**Information shown:**
def run_measured(command: list[str], log: Path) -> tuple[float, float, float]:
    """Run `command` to its end: wall seconds, peak resident MB and CPU seconds of that process alone.

    The command is started from a small launcher process rather than from this one:
    on Linux a child's ru_maxrss starts from the resident memory of the process that spawned it (the kernel
    keeps the old address space's high-water mark at exec), so children of this script, which holds numpy,
    pandas, scikit-learn and the generated collection, would never report less than its own resident size.
    """
    result = log.with_suffix(".usage.json")
    executable = command[0] if os.sep in command[0] else shutil.which(command[0]) or command[0]
    launcher = [sys.executable, "-I", "-S", "-c", LAUNCHER, json.dumps([executable, *command[1:]]), str(log),
                str(result)]
    subprocess.run(launcher, check=True)
    usage = json.loads(result.read_text(encoding="utf-8"))
    if usage["status"] != 0:
        tail = log.read_text(encoding="utf-8", errors="replace")[-3000:]
        raise SystemExit(f"command failed with status {usage['status']}: {' '.join(command)}\n{tail}")
    scale = 1024 * 1024 if sys.platform == "darwin" else 1024  # bytes on macOS, KiB on Linux
    return usage["wall"], usage["maxrss"] / scale, usage["cpu"]


def read_labels(path: Path, column: str) -> dict[str, int]:
    with path.open(encoding="utf-8", newline="") as handle:
        return {row["doc_id"]: int(row[column]) for row in csv.DictReader(handle)}


def nmi_against(planted: dict[str, int], found: dict[str, int]) -> float:
    from sklearn.metrics import normalized_mutual_info_score

    missing = set(planted) - set(found)
    if missing:
        raise SystemExit(f"{len(missing)} documents have no cluster label (e.g. {sorted(missing)[:3]})")
    ids = sorted(planted)
    return float(normalized_mutual_info_score([planted[i] for i in ids], [found[i] for i in ids]))


def pilewise_command() -> list[str]:
    script = shutil.which("pilewise")
    return [script] if script else [sys.executable, "-m", "pilewise"]


@dataclass
class Pipeline:
    """One pipeline to measure: its command and how to read its stages and clusters after a run."""

    name: str
    command: list[str]
    labels_of: Any
    stages_of: Any
    prepare: Any = None
    runs: list[tuple[float, float, float, float, dict[str, float], dict[str, Any]]] = field(default_factory=list)


def run_once(pipeline: Pipeline, work: Path, r: int, repeat: int) -> None:
    """Run `pipeline` once and keep its figures (wall, peak memory, CPU, load before, stages, extra)."""
    if pipeline.prepare:
        pipeline.prepare()
    load = os.getloadavg()[0]
    print(f"  {pipeline.name}: run {r + 1}/{repeat} (load average {load:.2f}) ...", end="", flush=True)
    wall, peak, cpu = run_measured(pipeline.command, work / f"{pipeline.name}-{r + 1}.log")
    print(f" {wall:.1f} s, {peak:,.0f} MB, {cpu:.1f} CPU s", flush=True)
    stages, extra = pipeline.stages_of()
    extra["nmi"] = pipeline.labels_of()
    pipeline.runs.append((round(wall, 3), round(peak, 1), round(cpu, 3), round(load, 2), stages, extra))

**Task to complete:** Every line holding the string "column" should be copied here, so please find those lines in the data.

**Problem solution:**
def read_labels(path: Path, column: str) -> dict[str, int]:
        return {row["doc_id"]: int(row[column]) for row in csv.DictReader(handle)}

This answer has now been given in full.